Vol AF447 Rio-Paris : les familles accusent Airbus et Air France

Par  - Mis à jour le 11 juillet 2012, à 16h42 - Publié le
Air France AF447
© louisvolant - Flickr - C.C

[ACTUALISÉ] - Les avocats des familles de victimes du vol AF447 ont pris connaissance du rapport final du BEA. Ils évoquent la responsabilité dans l'accident du constructeur aéronautique et de la compagnie aérienne.

Les familles des 228 victimes du vol Rio-Paris, abîmé en mer le 1er juin 2009, sont ressorties amères de la présentation à huis clos au palais de justice de Paris du rapport d'expertise judiciaire de 356 pages sur l'accident, le 10 juillet.

"Il n'y a pas de torts partagés, il y a une responsabilité qui apparaît de plus en plus énorme de l'avionneur, c'est-à-dire Airbus, et également d'Air France", a déclaré Me Alain Jakubowicz, avocat de l'association Entraide et solidarité AF447, suite à la présentation.

"Les quelques points qui pourraient incriminer l'équipage sont la conséquence de cela et non pas la cause", a-t-il estimé.

"Aujourd'hui, on passe un stade clair dans la procédure judiciaire", a estimé pour sa part un autre avocat, Me Sébastien Busy. "On vient nous expliquer clairement l'échelle des responsabilités et en première ligne la conception de l'appareil."

"Les pilotes sont face à un appareil atteint d'un accident vasculaire cérébral qui leur donnait des informations totalement contradictoires qu'ils n'arrivaient pas à analyser et traiter", a-t-il laissé entendre, tablant sur "un procès pénal dans les années à venir". Air France et Airbus ont été mis en examen pour homicide involontaire dans ce dossier en mars 2011.

Sur les causes de la catastrophe, les conclusions du rapport judiciaire détaillent une conjonction de facteurs : des défaillances techniques, des procédures inadaptées, des erreurs humaines et une météo houleuse.

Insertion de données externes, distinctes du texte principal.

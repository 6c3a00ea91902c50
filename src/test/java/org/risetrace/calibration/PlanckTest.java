package org.risetrace.calibration;

import org.apache.commons.math3.analysis.integration.IterativeLegendreGaussIntegrator;
import org.junit.jupiter.api.Test;

import static org.junit.jupiter.api.Assertions.assertEquals;

class PlanckTest {
    /** Stefan-Boltzmann constant, W m^-2 K^-4 (CODATA 2018). */
    private static final double SIGMA = 5.670374419e-8;
    /** Wien displacement law constant, um K (CODATA 2018). */
    private static final double WIEN_B_UM_K = 2897.771955;

    /** All wavelengths that matter: below 0.01 um and above 1e6 um a blackbody from 200 K to 6000 K emits < 1e-13. */
    private static double totalRadiance(double kelvin) {
        return Planck.bandRadiance(0.01, 1.0e6, kelvin);
    }

    @Test
    void integralOverAllWavelengthsIsStefanBoltzmann() {
        for (double t : new double[]{200, 273.15, 300, 773.15, 1500, 5772}) {
            // exitance = pi * radiance for a Lambertian emitter; sigma T^4 (CODATA 2018 sigma)
            double exitance = Math.PI * totalRadiance(t);
            assertEquals(1.0, exitance / (SIGMA * Math.pow(t, 4)), 1e-6, "T = " + t + " K");
        }
    }

    @Test
    void spectralPeakObeysWienDisplacementLaw() {
        for (double t : new double[]{250, 300, 500, 1000}) {
            // golden-section search for the maximum of L_lambda over lambda
            double a = 0.5 * WIEN_B_UM_K / t * 1e-6, b = 2 * WIEN_B_UM_K / t * 1e-6;
            double g = (Math.sqrt(5) - 1) / 2;
            for (int i = 0; i < 200; i++) {
                double c = b - g * (b - a), d = a + g * (b - a);
                if (Planck.spectralRadiance(c, t) > Planck.spectralRadiance(d, t)) b = d;
                else a = c;
            }
            double peakUm = (a + b) / 2 * 1e6;
            // lambda_max T = b, b = 2897.771955 um K (CODATA 2018)
            assertEquals(WIEN_B_UM_K, peakUm * t, WIEN_B_UM_K * 1e-6, "T = " + t + " K");
        }
    }

    @Test
    void blackbodyFractionMatchesHandbookTable() {
        // F(0 -> lambda T), Incropera & DeWitt, Fundamentals of Heat and Mass Transfer, Table 12.1 (blackbody
        // radiation functions): 0.250 at 2898 um K, 0.634 at 5000 um K, 0.914 at 10000 um K
        double[][] table = {{2898, 0.250}, {5000, 0.634}, {10000, 0.914}};
        double t = 1000;
        for (double[] row : table) {
            double lambdaUm = row[0] / t;
            double fraction = Math.PI * Planck.bandRadiance(0.01, lambdaUm, t) / (SIGMA * Math.pow(t, 4));
            assertEquals(row[1], fraction, 0.001, "lambda T = " + row[0]);
            // the closed-form series must agree with the quadrature
            assertEquals(fraction, Planck.blackbodyFraction(row[0]), 1e-9, "series at lambda T = " + row[0]);
        }
    }

    @Test
    void bandQuadratureAgreesWithCommonsMathIntegrator() {
        // reference: commons-math3 iterative Legendre-Gauss integrator on L_lambda directly in lambda
        IterativeLegendreGaussIntegrator reference = new IterativeLegendreGaussIntegrator(16, 1e-13, 1e-30);
        double[][] bands = {{7.5, 14}, {8, 14}, {3, 5}};
        for (double[] band : bands)
            for (double t : new double[]{233.15, 300, 773.15}) {
                double expected = reference.integrate(1_000_000, lambda -> Planck.spectralRadiance(lambda, t),
                        band[0] * 1e-6, band[1] * 1e-6);
                assertEquals(1.0, Planck.bandRadiance(band[0], band[1], t) / expected, 1e-10,
                        band[0] + "-" + band[1] + " um at " + t + " K");
            }
    }

    @Test
    void bandDerivativeMatchesCentralDifference() {
        for (double t : new double[]{233.15, 300, 773.15}) {
            double h = 1e-3;
            double fd = (Planck.bandRadiance(7.5, 14, t + h) - Planck.bandRadiance(7.5, 14, t - h)) / (2 * h);
            // central difference error ~ h^2 L'''/6, far below 1e-7 relative here
            assertEquals(1.0, Planck.bandRadianceDerivative(7.5, 14, t) / fd, 1e-7, "T = " + t + " K");
        }
    }

    @Test
    void secondRadiationConstantIsCodata() {
        // c2 = h c / k = 1.438776877e-2 m K (CODATA 2018)
        assertEquals(1.438776877e-2, Planck.C2, 1e-11);
    }
}
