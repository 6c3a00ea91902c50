package org.risetrace.sim;

import org.risetrace.calibration.EmissivityCorrection;

/**
 * Object temperature to apparent temperature (what a camera set to emissivity 1 reports) for one emissivity and
 * reflected temperature, through {@link EmissivityCorrection#apparentCelsius}, tabulated at 0.05 K steps over the
 * run's range and interpolated linearly (the mapping is smooth: the interpolation error is far below 1 mK).
 * That method integrates Planck's law over the camera band: L(T_app) = e L(T_obj) + (1 - e) L(T_refl).
 */
final class ApparentTable {
    static final double STEP_K = 0.05;
    private final double loC;
    private final float[] table;
    private final boolean identity;

    ApparentTable(double emissivity, double reflectedC, double[] bandUm, double loC, double hiC) {
        this.loC = loC;
        this.identity = emissivity >= 1.0;
        if (identity) {
            table = null;
        } else {
            int n = (int) Math.ceil((hiC - loC) / STEP_K) + 2;
            table = new float[n];
            for (int i = 0; i < n; i++) {
                double t = loC + i * STEP_K;
                table[i] = (float) EmissivityCorrection.apparentCelsius(t, emissivity, reflectedC, bandUm);
            }
        }
    }

    double apply(double objectC) {
        if (identity) return objectC;
        double f = (objectC - loC) / STEP_K;
        if (f < 0) f = 0;
        int last = table.length - 1;
        if (f > last) f = last;
        int i = Math.min((int) f, last - 1);
        double a = f - i;
        return table[i] + a * (table[i + 1] - table[i]);
    }
}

Sont évoqués une perte de données due au givrage des sondes Pitot, une procédure inadaptée dans ce cas, mais également une absence de réaction appropriée de l'équipage ou encore un manque de suivi des incidents depuis 2004.

Les familles ont également entendu les conclusions du rapport d'expertise médico-légale. "Les experts considèrent qu'il n'y a pas eu de prise de conscience des victimes", a dit Me Jakubowicz. "Ils sont morts sur le coup, pour l'immense majorité, sinon la totalité, sans avoir conscience de ce qui était en train de se produire. Il n'y a pas eu de panique comme malheureusement on le voit dans certains scénarios de films hollywoodiens."

"Par exemple, l'intensité de la lumière n'a pas diminué -on sait que le noir est anxiogène- personne n'a crié, il n'y a pas eu de cris, de panique et la réponse à ces questions par les experts judiciaires est très importante", a-t-il conclu.

Airbus insiste sur les erreurs de pilotage

Le constructeur aéronautique s'est défendu mercredi contre les critiques des avocats de familles en mettant en avant des erreurs de pilotage. Selon l'avionneur, avant même le givrage des sondes de vitesse Pitot, élément retenu comme déclencheur de l'accident, "la trajectoire choisie par les pilotes était contestable".

L'avionneur rappelle en outre que "la perte des vitesses aurait dû conduire les pilotes à appliquer la procédure sur les vitesses douteuses, qui se traduit notamment pas la déconnexion du directeur de vol".